To be of real-world value, this system must be transparent about its workings, as a trusted co-pilot would be. This will enable us to review and question its results, and even direct it on where it might be failing. The role of the human operator will not be diminished but rather improved to deal with the judgment part of the task, rather than the processing. This will be the real road to automation. 

Raising the Bar for True Intelligence 

Real AI in networking is not about flashy interfaces or abstract goals like “prediction.” It’s about building a shared, reliable understanding of how our complex systems actually behave. 

It means: 

1. Data that is reliably grounded in context and enriched with topology awareness. 
2. Models that learn patterns of behavior and causality across domains, not just isolated, noisy signals. 
3. Insights that are fully explainable, allowing humans to trust and improve them. 

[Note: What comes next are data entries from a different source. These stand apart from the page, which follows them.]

"""The run file (TOML): read, checked and turned into a frozen `RunConfig` of SI floats
and resolved paths. Unknown keys are errors with a nearest-match hint."""

from __future__ import annotations

import dataclasses
import difflib
import tomllib
from pathlib import Path

from .errors import ConfigError
from .units import to_si

# every key the run file may hold, per table
KNOWN_KEYS = {
    "": {"tracks", "motion", "observers", "fields", "time", "spectrum", "compute", "output",
         "plugins"},
    "tracks": {"path", "format", "charge", "columns", "units", "u_tolerance"},
    "motion": {"degree", "extend", "smoothing"},
    "observers": {"name", "points", "plane", "sphere"},
    "observers.plane": {"center", "u", "v", "size", "shape"},
    "observers.sphere": {"center", "radius", "theta", "phi"},
    "fields": {"far_field"},
    "time": {"step", "start", "stop", "align"},
    "spectrum": {"frequencies", "coherent", "taper"},
    "spectrum.frequencies": {"start", "stop", "count", "spacing"},
    "compute": {"workers", "scheduler", "chunk"},
    "output": {"dir", "formats"},
}
CANONICAL_COLUMNS = ("particle", "t", "x", "y", "z", "ux", "uy", "uz", "charge", "weight")


@dataclasses.dataclass(frozen=True)
class TracksConfig:
    path: Path
    format: str | None = None
    charge_c: float | None = None
    columns: dict = dataclasses.field(default_factory=dict)
    units: dict = dataclasses.field(default_factory=dict)
    u_tolerance: float = 0.05


@dataclasses.dataclass(frozen=True)
class MotionConfig:
    degree: int = 5
    extend: str = "ballistic"
    smoothing_m: float = 0.0


@dataclasses.dataclass(frozen=True)
class ObserverConfig:
    name: str
    kind: str  # "points", "plane" or "sphere"
    points_m: tuple = ()
    center_m: tuple = (0.0, 0.0, 0.0)
    u: tuple = (1.0, 0.0, 0.0)
    v: tuple = (0.0, 1.0, 0.0)
    size_m: tuple = (0.0, 0.0)
    shape: tuple = (1, 1)
    radius_m: float = 0.0
    theta_rad: tuple = (0.0, 0.0, 1)
    phi_rad: tuple = (0.0, 0.0, 1)


@dataclasses.dataclass(frozen=True)
class TimeConfig:
    step_s: float
    start_s: float | None = None
    stop_s: float | None = None
    align: str = "group"


@dataclasses.dataclass(frozen=True)
class SpectrumConfig:
    start_hz: float
    stop_hz: float
    count: int
    spacing: str = "linear"
    coherent: bool = True
    taper: str = "none"


@dataclasses.dataclass(frozen=True)
class ComputeConfig:
    workers: int | None = None
    scheduler: str | None = None
    chunk: int = 2000


@dataclasses.dataclass(frozen=True)
class OutputConfig:
    dir: Path
    formats: tuple = ("parquet",)


@dataclasses.dataclass(frozen=True)
class RunConfig:
    source: Path | None
    raw: dict
    tracks: TracksConfig
    motion: MotionConfig
    observers: tuple
    far_field: bool
    time: TimeConfig
    spectrum: SpectrumConfig | None
    compute: ComputeConfig
    output: OutputConfig
    plugins: dict


def _check_keys(table: dict, section: str, where: str) -> None:
    allowed = KNOWN_KEYS[section]
    for key in table:
        if key not in allowed:
            close = difflib.get_close_matches(key, sorted(allowed), n=1, cutoff=0.5)
            hint = f"; did you mean '{close[0]}'?" if close else \
                f"; known keys: {', '.join(sorted(allowed))}"
            label = f"[{section}]" if section else "the top level"
            raise ConfigError(f"{where}: unknown key '{key}' in {label}{hint}")


def _table(raw: dict, name: str, where: str) -> dict:
    value = raw.get(name, {})
    if not isinstance(value, dict):
        raise ConfigError(f"{where}: [{name}] must be a table")
    _check_keys(value, name, where)
    return value


def _vector(value, dimension: str, where: str, length: int = 3) -> tuple:
    if not isinstance(value, list | tuple) or len(value) != length:
        raise ConfigError(f"{where}: expected a list of {length} numbers, got {value!r}")
    return tuple(to_si(item, dimension, where=where) for item in value)


def _positive(value: float, where: str) -> float:
    if not value > 0.0:
        raise ConfigError(f"{where}: must be positive, got {value!r}")
    return value


def _integer(value, where: str, minimum: int = 1) -> int:
    if isinstance(value, bool) or not isinstance(value, int) or value < minimum:
        raise ConfigError(f"{where}: expected a whole number >= {minimum}, got {value!r}")
    return value


def _angles(value, where: str) -> tuple:
    if not isinstance(value, list | tuple) or len(value) != 3:
        raise ConfigError(f"{where}: expected [first, last, count], got {value!r}")
    first = to_si(value[0], "angle", where=where)
    last = to_si(value[1], "angle", where=where)
    return (first, last, _integer(value[2], f"{where} count"))


def _observer(entry: dict, index: int, where: str) -> ObserverConfig:
    place = f"{where}: [[observers]] #{index + 1}"
    if not isinstance(entry, dict):
        raise ConfigError(f"{place} must be a table")
    _check_keys(entry, "observers", where)
    name = entry.get("name")
    if not isinstance(name, str) or not name:
        raise ConfigError(f"{place}: needs a name")
    shapes = [key for key in ("points", "plane", "sphere") if key in entry]
    if len(shapes) != 1:
        raise ConfigError(f"{place} ('{name}'): give exactly one of points, plane or sphere")
    kind = shapes[0]
    place = f"{where}: observer group '{name}'"
    if kind == "points":
        points = entry["points"]
        if not isinstance(points, list) or not points:
            raise ConfigError(f"{place}: points is empty; give at least one [x, y, z]")
        return ObserverConfig(name, kind, points_m=tuple(
            _vector(p, "length", f"{place} point {i}") for i, p in enumerate(points)))
    spec = entry[kind]
    if not isinstance(spec, dict):
        raise ConfigError(f"{place}: {kind} must be a table")
    _check_keys(spec, f"observers.{kind}", where)
    center = _vector(spec.get("center", [0.0, 0.0, 0.0]), "length", f"{place} center")
    if kind == "plane":
        for key in ("u", "v", "size", "shape"):
            if key not in spec:
                raise ConfigError(f"{place}: plane needs '{key}'")
        shape = spec["shape"]
        if not isinstance(shape, list) or len(shape) != 2:
            raise ConfigError(f"{place}: shape must be [n_u, n_v]")
        return ObserverConfig(
            name, kind, center_m=center,
            u=_vector(spec["u"], "dimensionless", f"{place} u"),
            v=_vector(spec["v"], "dimensionless", f"{place} v"),
            size_m=_vector(spec["size"], "length", f"{place} size", length=2),
            shape=(_integer(shape[0], f"{place} shape"), _integer(shape[1], f"{place} shape")))
    for key in ("radius", "theta", "phi"):
        if key not in spec:
            raise ConfigError(f"{place}: sphere needs '{key}'")
    return ObserverConfig(
        name, kind, center_m=center,
        radius_m=_positive(to_si(spec["radius"], "length", where=f"{place} radius"),
                           f"{place} radius"),
        theta_rad=_angles(spec["theta"], f"{place} theta"),
        phi_rad=_angles(spec["phi"], f"{place} phi"))


def parse(raw: dict, *, base_dir: Path, source: Path | None = None) -> RunConfig:
    """Check a run-file dictionary and return the RunConfig (paths relative to base_dir)."""
    where = str(source) if source else "run file"
    _check_keys(raw, "", where)
    tracks = _table(raw, "tracks", where)
    if "path" not in tracks:
        raise ConfigError(f"{where}: [tracks] needs a path")
    for key in ("columns", "units"):
        mapping = tracks.get(key, {})
        if not isinstance(mapping, dict):
            raise ConfigError(f"{where}: [tracks] {key} must be a table")
        for name in mapping:
            if name not in CANONICAL_COLUMNS:
                close = difflib.get_close_matches(name, CANONICAL_COLUMNS, n=1)
                hint = f"; did you mean '{close[0]}'?" if close else ""
                raise ConfigError(f"{where}: [tracks] {key} names unknown column '{name}'{hint}")
    charge = tracks.get("charge")
    tracks_config = TracksConfig(
        path=(base_dir / tracks["path"]).resolve(),
        format=tracks.get("format"),
        charge_c=None if charge is None else to_si(charge, "charge", where="[tracks] charge"),
        columns=dict(tracks.get("columns", {})),
        units=dict(tracks.get("units", {})),
        u_tolerance=float(tracks.get("u_tolerance", 0.05)))

    motion = _table(raw, "motion", where)
    degree = motion.get("degree", 5)
    if degree not in (3, 5):
        raise ConfigError(f"{where}: [motion] degree must be 3 or 5, got {degree!r}")
    extend = motion.get("extend", "ballistic")
    if extend not in ("ballistic", "none"):
        raise ConfigError(f"{where}: [motion] extend must be 'ballistic' or 'none', "
                          f"got {extend!r}")
    motion_config = MotionConfig(degree=degree, extend=extend, smoothing_m=to_si(
        motion.get("smoothing", 0.0), "length", where="[motion] smoothing"))

    entries = raw.get("observers", [])
    if not isinstance(entries, list) or not entries:
        raise ConfigError(f"{where}: no [[observers]] group; add at least one")
    observers = tuple(_observer(entry, i, where) for i, entry in enumerate(entries))
    names = [o.name for o in observers]
    duplicated = sorted({n for n in names if names.count(n) > 1})
    if duplicated:
        raise ConfigError(f"{where}: observer group name '{duplicated[0]}' is used twice")

    fields = _table(raw, "fields", where)
    far_field = fields.get("far_field", False)
    if not isinstance(far_field, bool):
        raise ConfigError(f"{where}: [fields] far_field must be true or false")

    time = _table(raw, "time", where)
    if "step" not in time:
        raise ConfigError(f"{where}: [time] needs a step (e.g. step = \"1 ps\")")
    align = time.get("align", "group")
    if align not in ("group", "point"):
        raise ConfigError(f"{where}: [time] align must be 'group' or 'point', got {align!r}")
    time_config = TimeConfig(
        step_s=_positive(to_si(time["step"], "time", where="[time] step"), "[time] step"),
        start_s=None if "start" not in time else to_si(time["start"], "time",
                                                       where="[time] start"),
        stop_s=None if "stop" not in time else to_si(time["stop"], "time", where="[time] stop"),
        align=align)
    if (time_config.start_s is not None and time_config.stop_s is not None
            and time_config.stop_s < time_config.start_s):
        raise ConfigError(f"{where}: [time] stop is before start")

    spectrum_config = None
    if "spectrum" in raw:
        spectrum = _table(raw, "spectrum", where)
        frequencies = spectrum.get("frequencies")
        if not isinstance(frequencies, dict):
            raise ConfigError(f"{where}: [spectrum] needs frequencies = {{ start = ..., "
                              "stop = ..., count = ..., spacing = \"log\" }")
        _check_keys(frequencies, "spectrum.frequencies", where)
        spacing = frequencies.get("spacing", "linear")
        if spacing not in ("linear", "log"):
            raise ConfigError(f"{where}: [spectrum] spacing must be 'linear' or 'log'")
        for key in ("start", "stop", "count"):
            if key not in frequencies:
                raise ConfigError(f"{where}: [spectrum] frequencies needs '{key}'")
        start = to_si(frequencies["start"], "frequency", where="[spectrum] start")
        stop = to_si(frequencies["stop"], "frequency", where="[spectrum] stop")
        if spacing == "log" and not (start > 0.0 and stop > 0.0):
            raise ConfigError(f"{where}: [spectrum] log spacing needs positive start and stop")
        coherent = spectrum.get("coherent", True)
        if not isinstance(coherent, bool):
            raise ConfigError(f"{where}: [spectrum] coherent must be true or false")
        taper = spectrum.get("taper", "none")
        if taper not in ("none", "hann"):
            raise ConfigError(f"{where}: [spectrum] taper must be 'none' or 'hann'")
        spectrum_config = SpectrumConfig(
            start_hz=start, stop_hz=stop,
            count=_integer(frequencies["count"], "[spectrum] count"),
            spacing=spacing, coherent=coherent, taper=taper)

    compute = _table(raw, "compute", where)
    compute_config = ComputeConfig(
        workers=None if "workers" not in compute else _integer(compute["workers"],
                                                               "[compute] workers"),
        scheduler=compute.get("scheduler"),
        chunk=_integer(compute.get("chunk", 2000), "[compute] chunk"))

    output = _table(raw, "output", where)
    formats = output.get("formats", ["parquet"])
    if isinstance(formats, str):
        formats = [formats]
    if not isinstance(formats, list) or not all(isinstance(f, str) for f in formats):
        raise ConfigError(f"{where}: [output] formats must be a list of exporter names")
    output_config = OutputConfig(dir=(base_dir / output.get("dir", "out")).resolve(),
                                 formats=tuple(formats))
    plugins = raw.get("plugins", {})
    if not isinstance(plugins, dict):
        raise ConfigError(f"{where}: [plugins] must be a table of per-plugin tables")
    return RunConfig(source=source, raw=raw, tracks=tracks_config, motion=motion_config,
                     observers=observers, far_field=far_field, time=time_config,
                     spectrum=spectrum_config, compute=compute_config, output=output_config,
                     plugins=dict(plugins))


def load(path) -> RunConfig:
    """Read and check the run file at `path`."""
    path = Path(path)
    try:
        raw = tomllib.loads(path.read_text(encoding="utf-8"))
    except FileNotFoundError:
        raise ConfigError(f"run file {path} does not exist") from None
    except tomllib.TOMLDecodeError as exc:
        raise ConfigError(f"run file {path} is not valid TOML: {exc}") from None
    return parse(raw, base_dir=path.resolve().parent, source=path)
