"""`python -m lagfield`: the same as the `lagfield` command."""

import sys

from .cli import main

if __name__ == "__main__":
    sys.exit(main())
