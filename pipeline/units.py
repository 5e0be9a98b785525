"""Reading quantities: a number is taken as SI, a string like "0.5 ns" or "2 cm" is
converted with pint to the SI unit of the expected dimension."""

from __future__ import annotations

import functools

from .errors import UnitError

# canonical SI unit of every dimension lagfield reads
SI_UNITS = {
    "time": "s",
    "length": "m",
    "frequency": "Hz",
    "charge": "C",
    "angle": "rad",
    "dimensionless": "",
}


@functools.cache
def _registry():
    import pint

    return pint.UnitRegistry()


def unit_factor(unit: str, dimension: str, *, where: str = "") -> float:
    """Factor that turns a value in `unit` into the SI unit of `dimension`.

    >>> unit_factor("ns", "time")
    1e-09
    """
    si = SI_UNITS[dimension]
    ureg = _registry()
    try:
        quantity = ureg.Quantity(1.0, unit) if unit else ureg.Quantity(1.0)
        return float(quantity.to(si).magnitude) if si else float(quantity.to("").magnitude)
    except Exception as exc:  # pint raises several classes; all mean the same to a user
        place = f" for {where}" if where else ""
        raise UnitError(
            f"unit '{unit}'{place} is not a {dimension} unit ({type(exc).__name__}: {exc})"
        ) from None


def to_si(value, dimension: str, *, where: str = "") -> float:
    """A number (already SI) or a string with a unit ("2 cm") as an SI float."""
    if isinstance(value, bool):
        raise UnitError(f"{where or 'value'}: expected a {dimension}, got a boolean")
    if isinstance(value, int | float):
        return float(value)
    if not isinstance(value, str):
        raise UnitError(f"{where or 'value'}: expected a {dimension}, got {value!r}")
    ureg = _registry()
    try:
        quantity = ureg.Quantity(value)
    except Exception as exc:
        raise UnitError(f"{where or 'value'}: cannot read '{value}' as a {dimension} "
                        f"({type(exc).__name__}: {exc})") from None
    si = SI_UNITS[dimension]
    try:
        magnitude = quantity.to(si).magnitude if si else quantity.to("").magnitude
    except Exception:
        raise UnitError(f"{where or 'value'}: '{value}' is not a {dimension} "
                        f"(expected something convertible to '{si or 'dimensionless'}')"
                        ) from None
    return float(magnitude)
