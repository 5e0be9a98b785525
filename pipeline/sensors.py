"""Sensors: the voltage an instrument at an observer point makes from the field there.

What the samples mean. The engine's sample k is the bin average of the field over
[t_k − Δ/2, t_k + Δ/2] (Δ the step). A sensor's voltage sample k is, in the same way, the
bin average of the voltage over that bin, so every sensor is written in bin averages:

- effective_length h (m): V = h·E, exactly h·Ē_k.
- effective_area A (m²): V = −dΦ/dt with Φ = A·B. The bin average of a derivative is a
  difference of point values at the bin edges: V̄_k = −(Φ(t_k + Δ/2) − Φ(t_k − Δ/2))/Δ.
- electrode of area A, normal n̂ (from the surface into the beam's space): Q = ε0 A n̂·E and
  I = dQ/dt, so Ī_k = (Q(t_k + Δ/2) − Q(t_k − Δ/2))/Δ in the same way. Without a load
  V = 50 Ω × I. With a load (R, C), V obeys C dV/dt + V/R = I. Within bin k the charge is
  taken as the parabola with the two edge values and the bin average Q̄_k (the
  piecewise-parabolic reconstruction of Colella & Woodward, without their limiter, which
  would make the sensor non-linear), so I is linear within each bin and keeps its exact bin
  average. For such a current the equation has an exact solution: with a = Δ/(RC) and
  I = I_0 + I_1·s at the time s ∈ [0, Δ] after the bin's left edge,
      V(right edge) = V(left edge)·e^(−a) + (Δ/C)(I_0 φ1 + I_1 Δ φ2),
      V̄_k           = V(left edge)·φ1     + (Δ/C)(I_0 φ2 + I_1 Δ φ3),
  φ1 = (1 − e^(−a))/a, φ2 = (1 − φ1)/a, φ3 = (1/2 − φ2)/a (the φ-functions of exponential
  integrators). R = ∞ (capacitance only) is a → 0, where V̄_k = (Q̄_k − Q(first edge))/C
  exactly; C = 0 (resistance only) is V = R·I.

Edge values from bin averages. The point value at the edge between bins k and k+1 is the
fourth-order interface value of finite-volume schemes (Colella & Woodward, J. Comput. Phys.
54 (1984) 174, eq. 1.6 on a uniform grid):
    f(t_k + Δ/2) = [7 (f̄_k + f̄_(k+1)) − (f̄_(k−1) + f̄_(k+2))] / 12,
exact for cubic f. Outside the window the field is taken as constant at its first and last
bin averages, so a field that is steady at the window's start makes no current there; the
load starts at rest (V = 0 before the window).

Everything here takes float64 arrays of one point's samples and returns new arrays; no
configuration, units or files.
"""

from __future__ import annotations

import dataclasses
import math

import numpy as np
from scipy import constants, signal

EPSILON_0 = constants.epsilon_0  # F/m
REFERENCE_LOAD_OHM = 50.0  # the load an electrode without `load` drives (SPEC)
_SERIES_BELOW = 0.05  # a = Δ/(RC) below which the φ-functions use their Taylor series


def edge_values(bin_averages: np.ndarray) -> np.ndarray:
    """Point values at the n + 1 bin edges t_k ∓ Δ/2 of n bin averages (along axis 0),
    fourth order inside, the signal held constant beyond both ends."""
    f = np.asarray(bin_averages, dtype=float)
    padded = np.concatenate([f[:1], f[:1], f, f[-1:], f[-1:]], axis=0)
    # edge j (j = 0 … n) lies between padded[j + 1] and padded[j + 2]
    return (7.0 * (padded[1:-2] + padded[2:-1]) - (padded[:-3] + padded[3:])) / 12.0


def edge_derivative(bin_averages: np.ndarray, step_s: float) -> np.ndarray:
    """Bin averages of df/dt from bin averages of f: (f(right edge) − f(left edge)) / Δ."""
    edges = edge_values(bin_averages)
    return np.diff(edges, axis=0) / step_s


def _phi(a: float) -> tuple[float, float, float]:
    """φ1, φ2, φ3 of a ≥ 0: φ1 = (1 − e^(−a))/a, φ2 = (1 − φ1)/a, φ3 = (1/2 − φ2)/a
    (1, 1/2, 1/6 at a = 0); for small a their series φn = Σ_k (−a)^k/(k + n)!."""
    if a < _SERIES_BELOW:
        return tuple(sum((-a) ** k / math.factorial(k + n) for k in range(8))
                     for n in (1, 2, 3))
    phi1 = -np.expm1(-a) / a
    phi2 = (1.0 - phi1) / a
    return phi1, phi2, (0.5 - phi2) / a


def load_voltage(charge_c: np.ndarray, step_s: float, resistance_ohm: float,
                 capacitance_f: float) -> np.ndarray:
    """Bin averages of V across a parallel R‖C load driven by I = dQ/dt, from bin averages
    of the charge Q, the load at rest before the first bin. resistance_ohm may be inf
    (capacitance only), capacitance_f 0 (resistance only)."""
    charge = np.asarray(charge_c, dtype=float)
    if charge.size == 0:
        return charge.copy()
    edges = edge_values(charge)
    rise = np.diff(edges)  # Q(right) − Q(left): Δ × the bin average of I
    if capacitance_f == 0.0:
        return resistance_ohm * rise / step_s
    # Q = Q̄ + rise·x + bend·(x² − 1/12) for x = (t − t_k)/Δ in [−1/2, 1/2]: I = dQ/dt is
    # (rise − bend)/Δ at the left edge and rises by 2·bend/Δ across the bin
    bend = 3.0 * (edges[:-1] + edges[1:]) - 6.0 * charge
    a = step_s / (resistance_ohm * capacitance_f)  # 0 when R = ∞
    phi1, phi2, phi3 = _phi(a)
    start = rise - bend
    right = signal.lfilter([1.0], [1.0, -np.exp(-a)],
                           (start * phi1 + 2.0 * bend * phi2) / capacitance_f)
    left = np.concatenate([[0.0], right[:-1]])
    return left * phi1 + (start * phi2 + 2.0 * bend * phi3) / capacitance_f


@dataclasses.dataclass(frozen=True)
class EffectiveLength:
    """An electrically short antenna: open-circuit V = h·E. length_m: h (3,), m."""

    length_m: tuple

    kind = "effective_length"

    def voltage(self, e_v_per_m: np.ndarray, b_t: np.ndarray, step_s: float) -> np.ndarray:
        return np.asarray(e_v_per_m, dtype=float) @ np.asarray(self.length_m)


@dataclasses.dataclass(frozen=True)
class EffectiveArea:
    """A small loop: V = −d(A·B)/dt (Faraday's law). area_m2: A (3,), m², along the
    loop's normal; positive V drives current around the normal in the right-hand sense."""

    area_m2: tuple

    kind = "effective_area"

    def voltage(self, e_v_per_m: np.ndarray, b_t: np.ndarray, step_s: float) -> np.ndarray:
        flux = np.asarray(b_t, dtype=float) @ np.asarray(self.area_m2)
        return -edge_derivative(flux, step_s)


@dataclasses.dataclass(frozen=True)
class Electrode:
    """A button or plate of area_m2 whose unit normal (3,) points from its surface into
    the beam's space. Load: resistance_ohm (inf: none in parallel) and capacitance_f (0:
    none); with neither given the electrode drives 50 Ω."""

    area_m2: float
    normal: tuple
    resistance_ohm: float = REFERENCE_LOAD_OHM
    capacitance_f: float = 0.0

    kind = "electrode"

    def charge(self, e_v_per_m: np.ndarray) -> np.ndarray:
        """Bin averages of the induced charge Q = ε0 A n̂·E, C."""
        normal = np.asarray(self.normal)
        return EPSILON_0 * self.area_m2 * (np.asarray(e_v_per_m, dtype=float) @ normal)

    def current(self, e_v_per_m: np.ndarray, step_s: float) -> np.ndarray:
        """Bin averages of I = dQ/dt into the load, A."""
        return edge_derivative(self.charge(e_v_per_m), step_s)

    def voltage(self, e_v_per_m: np.ndarray, b_t: np.ndarray, step_s: float) -> np.ndarray:
        return load_voltage(self.charge(e_v_per_m), step_s, self.resistance_ohm,
                            self.capacitance_f)


SENSORS = {cls.kind: cls for cls in (EffectiveLength, EffectiveArea, Electrode)}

This type of model takes longer to develop than the general model. However, this approach and only this approach honors the truth of large-scale network realities. It’s the only way to truly provide value. As leaders, it’s time to stop being sold models that just happen to include the word “AI” in the description. Instead, leaders must insist upon context, causation, and the ability to understand the reasoning behind the model’s results. It’s the only way to truly unlock AI’s power, allowing us to move from complexity to control. The future of efficient, effective, reliable networks will depend upon this.